The hints have been dropped before, but next week expect to hear it loud and clear: The big U.S. television networks no longer fear the Web, but are embracing it as closely as they can, no longer worried whether digital dispersion will dilute their traditional broadcasting […]

The hints have been dropped before, but next week expect to hear it loud and clear: The big U.S. television networks no longer fear the Web, but are embracing it as closely as they can, no longer worried whether digital dispersion will dilute their traditional broadcasting efforts.

The only question right now is who will drop more Web buzzword bingo words, either Disney’s Robert Iger or CBS’s Les Moonves, in their dueling keynote speeches at next week’s Consumer Electronics Show in Vegas, which should (along with MacWorld’s expected iTV news) serve as the point-in-time when networks showed they really loved the Web.

The big lesson the networks have apparently learned is that Web offerings do not cannibalize traditional primetime viewership, but actually enhance or increase it. While such an idea may not be so surprising to those of us used to turning online for information and entertainment, it is a huge admission for the networks to realize — publicly — that their predictable money-minting industry is now next in line for Internet disruption. And after watching what happened to the music industry, TV execs know the outcome of resisting the ‘Net.

What changed networks’ minds? Most likely the confluence of several factors, including a big increase in online advertising spending; successful baby steps of digital offerings, including Disney’s deal with Apple’s iTunes; and the widespread popularity of pro-content clips illegally shared on sites like YouTube, or pirated over BitTorrent.

The big push to start running had to be Google’s $1.6 billion purchase of YouTube, a move that put more fear into standing still than in moving too quickly online.
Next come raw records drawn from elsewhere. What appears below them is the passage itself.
using System.Numerics;
using ModalChain.Core.Analyses.Harmonic;
using ModalChain.Io.Json;

namespace ModalChain.Io.Csv;

/// <summary>Writes a harmonic sweep as CSV: one row per frequency, magnitude and phase columns with SI units in the header.</summary>
public static class HarmonicCsv
{
    /// <summary>Writes the header and one row per frequency to <paramref name="writer"/>.</summary>
    public static void Write(TextWriter writer, HarmonicResult result)
    {
        ArgumentNullException.ThrowIfNull(writer);
        ArgumentNullException.ThrowIfNull(result);
        var header = new List<string> { "frequency [Hz]" };
        var columns = new List<Func<int, Complex>>();
        foreach (var r in result.Responses)
            foreach (var q in Enum.GetValues<ResponseQuantity>())
            {
                header.Add($"{r.Dof} {HarmonicJson.Name(q)} magnitude [{HarmonicJson.Unit(q)}]");
                header.Add($"{r.Dof} {HarmonicJson.Name(q)} phase [deg]");
                var response = r;
                var quantity = q;
                columns.Add(k => response.At(k, result.FrequenciesHz[k], quantity));
            }
        foreach (var e in result.ElementForces)
        {
            header.Add($"{e.Element} {(e.Kind == ElementKind.Spring ? "spring" : "damper")} force magnitude [N]");
            header.Add($"{e.Element} {(e.Kind == ElementKind.Spring ? "spring" : "damper")} force phase [deg]");
            var force = e;
            columns.Add(k => force.Force[k]);
        }
        foreach (var m in result.MountForces)
        {
            var kind = m.Kind == ElementKind.Spring ? "spring" : "damper";
            header.Add($"{m.Element} {kind} {m.Direction} magnitude [{m.Unit}]");
            header.Add($"{m.Element} {kind} {m.Direction} phase [deg]");
            var mount = m;
            columns.Add(k => mount.Force[k]);
        }
        foreach (var s in result.Reactions)
        {
            header.Add($"reaction {s.Support} magnitude [N]");
            header.Add($"reaction {s.Support} phase [deg]");
            var reaction = s;
            columns.Add(k => reaction.Force[k]);
        }
        writer.Write(CsvText.Row(header));
        writer.Write('\n');
        var fields = new string[header.Count];
        for (var k = 0; k < result.FrequenciesHz.Length; k++)
        {
            fields[0] = CsvText.Number(result.FrequenciesHz[k]);
            for (var c = 0; c < columns.Count; c++)
            {
                var z = columns[c](k);
                fields[1 + 2 * c] = CsvText.Number(z.Magnitude);
                fields[2 + 2 * c] = CsvText.Number(HarmonicJson.PhaseDegrees(z));
            }
            writer.Write(CsvText.Row(fields));
            writer.Write('\n');
        }
    }
}
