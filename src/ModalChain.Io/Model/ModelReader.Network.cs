using System.Runtime.CompilerServices;
using System.Text.RegularExpressions;
using ModalChain.Core.Model;
using ModalChain.Core.Units;
using ModalChain.Io.Diagnostics;
using ModalChain.Io.Yaml;
using CoreNetwork = ModalChain.Core.Model.Network;

namespace ModalChain.Io.Model;
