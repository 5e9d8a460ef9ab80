using System.Globalization;
using ModalChain.Core.Analyses.Studies;

namespace ModalChain.Io.Csv;

/// <summary>Writes a parameter study as CSV: one row per value, one column per tracked mode and per criterion reserve.</summary>
public static class StudyCsv
{
    /// <summary>Writes the header and one row per step; the parameter column is in SI (<paramref name="siUnit"/>).</summary>
    public static void Write(TextWriter writer, StudyResult result, string siUnit)
    {
        var criteria = result.Request.Criteria;
        writer.Write(CsvText.Row([
            $"{result.Request.Parameter.Text} [{siUnit}]",
            .. result.Modes.Select(m => $"mode {m.Identity} frequency [Hz]"),
            .. result.Modes.Select(m => $"mode {m.Identity} number [1]"),
            .. criteria.Select(c => $"{c.Name} reserve [1]")]));
        writer.Write('\n');
        foreach (var s in result.Steps)
        {
            writer.Write(CsvText.Row([
                CsvText.Number(s.Value),
                .. result.Modes.Select(m => CsvText.Number(m.FrequenciesHz[s.Index])),
                .. result.Modes.Select(m => m.ModeNumbers[s.Index].ToString(CultureInfo.InvariantCulture)),
                .. s.Reserves.Select(CsvText.Number)]));
            writer.Write('\n');
        }
    }
}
Wall Street’s growing acceptance of big networks’ plans, which have all been pointing lately to more digital offerings, is just another sign that the power structure is now comfortable that there is money to be made online, and not just by Silicon Valley VCs.

The not-so-secret secret that it has taken TV so long to understand is that for all its popularity, there are more people who don’t regularly watch TV than those who do. A lot of them work for a living, have kids, or have recreational pursuits that keep them in the dark about big TV’s primetime shows. With an entire Internet to distract them, they’ve been moving away from the traditional shows and discovering new stuff elsewhere. But as YouTube showed, there’s still a lot of desire to watch pro content, especially in shorter doses or just whenever we feel like it, not just between 6 and 10 p.m.

So you would expect that a place called NewTeeVee can only join the gigglers when we read a CBS press release today about some home-baked “research” that claims to unearth the stunning fact that “The More Connected the Public Becomes, the More Television They Watch.” The money quote, from Big-Eye Chief Research Officer David F. Poltrack:

These findings really demonstrate the potential the broadcast networks have to further engage the public with our content as new technology expands our distribution options.

So.. you mean if more people have more chances to learn about and watch your programs, you might get more viewers, not less? Shazam! We next await Mr. F. Poltrack’s findings on color vs. black and white.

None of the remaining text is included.